Photograph courtesy of The Burton Historical Collection, Detroit Public Library (National Automotive History Collection)
American Motors Corp.
Photograph courtesy of The Burton Historical Collection, Detroit Public Library (National Automotive History Collection)

1962 In an industry dominated by the Big Three — GM, Ford, and Chrysler — a fourth Detroit automaker once waged a valiant battle. The plucky American Motors Corp. (AMC) had to try harder — much harder. Perhaps that explains why this publicity shot for the 1962 Rambler American is so engagingly over the top, set at an undisclosed location with a swimming pool, sunbathers, and beach umbrellas as well as a woman in a bobbing device in the pool who’s reaching down to a man in a ragtop Rambler. 

The clear message was that a convertible Rambler American was the very definition of summertime fun. The automaker was also a leader in presenting compact cars to the American consumer at a time when most autos offered by the Big Three resembled small boats. AMC was formed in 1954 with the merger of Nash-Kelvinator Corp. and the Hudson Motor Car Co., but eventually those marques were retired and all cars coming off the assembly line were Ramblers or Metropolitans, with a fleet of other AMC models soon to follow.

The company’s headquarters was on Plymouth Road on Detroit’s west side before moving to Southfield in 1975. AMC did well enough for a number of years, but it had to be constantly inventive to remain competitive. In 1970, it acquired Kaiser Jeep. By the ’80s, the company was struggling to stay afloat, desperate for capital. French automaker Renault acquired a big chunk of AMC stock in 1979, and AMC was absorbed by Chrysler in 1987, leading AMC to go belly-up. 

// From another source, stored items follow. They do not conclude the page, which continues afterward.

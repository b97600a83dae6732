// The argument checks of the project intents (valibot): handles as the host spells
// them, file names no longer than a file system takes, and projects that are valid
// project files of at most the size a project may have, whose embedded scans match
// their digests. A refused argument is a HandlerError naming the field.
import * as v from 'valibot';
import { HandlerError } from './handler-error.ts';
import { HANDLE_PATTERN } from './places/project-handles.ts';
import { MAX_FILE_NAME_LENGTH } from './places/workspace-files.ts';
import { projectSchema, type ProjectData } from './io/project/project-schema.ts';
import { MAX_PROJECT_BYTES } from './io/project/project-file.ts';
import { embeddedScanBytes } from './io/project/embedded-scan.ts';
import type { HostIntents, IntentName } from './api-contract.ts';
import { exceedsJsonSize } from './json-size.ts';
import { schemaProblem } from './io/project/schema-issue.ts';

const handleSchema = v.pipe(v.string(), v.regex(HANDLE_PATTERN, 'a project handle the host gave'));
const nameSchema = v.pipe(v.string(), v.minLength(1, 'a file name'), v.maxLength(MAX_FILE_NAME_LENGTH, `a file name of at most ${MAX_FILE_NAME_LENGTH} characters`));
/** The project is checked separately (checkedProject): first its size, then its schema. */
const projectPlaceholder = v.unknown();

const SCHEMAS = {
  openProject: v.strictObject({ name: v.optional(nameSchema) }),
  saveProject: v.strictObject({ handle: handleSchema, project: projectPlaceholder }),
  saveProjectAs: v.strictObject({ project: projectPlaceholder, name: v.optional(nameSchema), replacing: v.optional(handleSchema) }),
  autosaveProject: v.strictObject({ handle: v.optional(handleSchema), project: projectPlaceholder }),
  findRecoveredWork: v.strictObject({ handle: v.optional(handleSchema) }),
  discardRecoveredWork: v.strictObject({ handle: handleSchema }),
  openRecentProject: v.strictObject({ handle: handleSchema }),
};

type ProjectIntent = keyof typeof SCHEMAS;

function refused(intent: IntentName, where: string, problem: string): HandlerError {
  return new HandlerError('bad-arguments', `The request "${intent}" was refused: ${where} is wrong (${problem}). This is a bug in the app: please report it.`);
}

/**
 * `raw` as a project to write: at most MAX_PROJECT_BYTES of JSON (the most a project
 * file may hold, so it can be opened again), valid against the project schema, and
 * every embedded scan matching its SHA-256.
 */
function checkedProject(intent: IntentName, raw: unknown): ProjectData {
  if (exceedsJsonSize(raw, MAX_PROJECT_BYTES)) {
    throw new HandlerError('bad-arguments', `The project is larger than the ${MAX_PROJECT_BYTES / 2 ** 20} MiB a Stemline project may hold, so it was not written. Use smaller scans (a lower resolution or a cropped sheet).`);
  }
  const result = v.safeParse(projectSchema, raw);
  if (!result.success) {
    const { where: path, problem } = schemaProblem(result.issues, 'this request does not take it');
    const where = path ? `project.${path}` : 'the project';
    throw new HandlerError('bad-arguments', `The project could not be written: ${where} is wrong (${problem}). Undo the last edit and try again; if it persists, please report it.`);
  }
  result.output.scans.forEach((scan, index) => {
    if (scan.embedded !== undefined && embeddedScanBytes(scan.embedded) === undefined) {
      throw refused(intent, `project.scans.${index}.embedded`, 'the copy of the scan does not match its SHA-256');
    }
  });
  return result.output;
}

/** The validated arguments of a project intent; throws HandlerError 'bad-arguments'. */
export function projectArguments<K extends ProjectIntent>(intent: K, raw: unknown): HostIntents[K]['args'] {
  const result = v.safeParse(SCHEMAS[intent], raw ?? {});
  if (!result.success) {
    const { where, problem } = schemaProblem(result.issues, 'this request does not take it');
    throw refused(intent, where ?? 'the arguments', problem);
  }
  const args = result.output as Record<string, unknown>;
  if ('project' in args) args.project = checkedProject(intent, args.project);
  return args as HostIntents[K]['args'];
}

In his 2009 book Storied Independent Automakers: Nash, Hudson, and American Motors, author Charles K. Hyde put a positive spin on the dissolution, preferring to focus on the doughty company’s nerve to challenge the Big Three for as long as it had. “It was not surprising that American Motors went out of business in 1987,” Hyde writes. “The company’s survival for a third of a century was more remarkable.”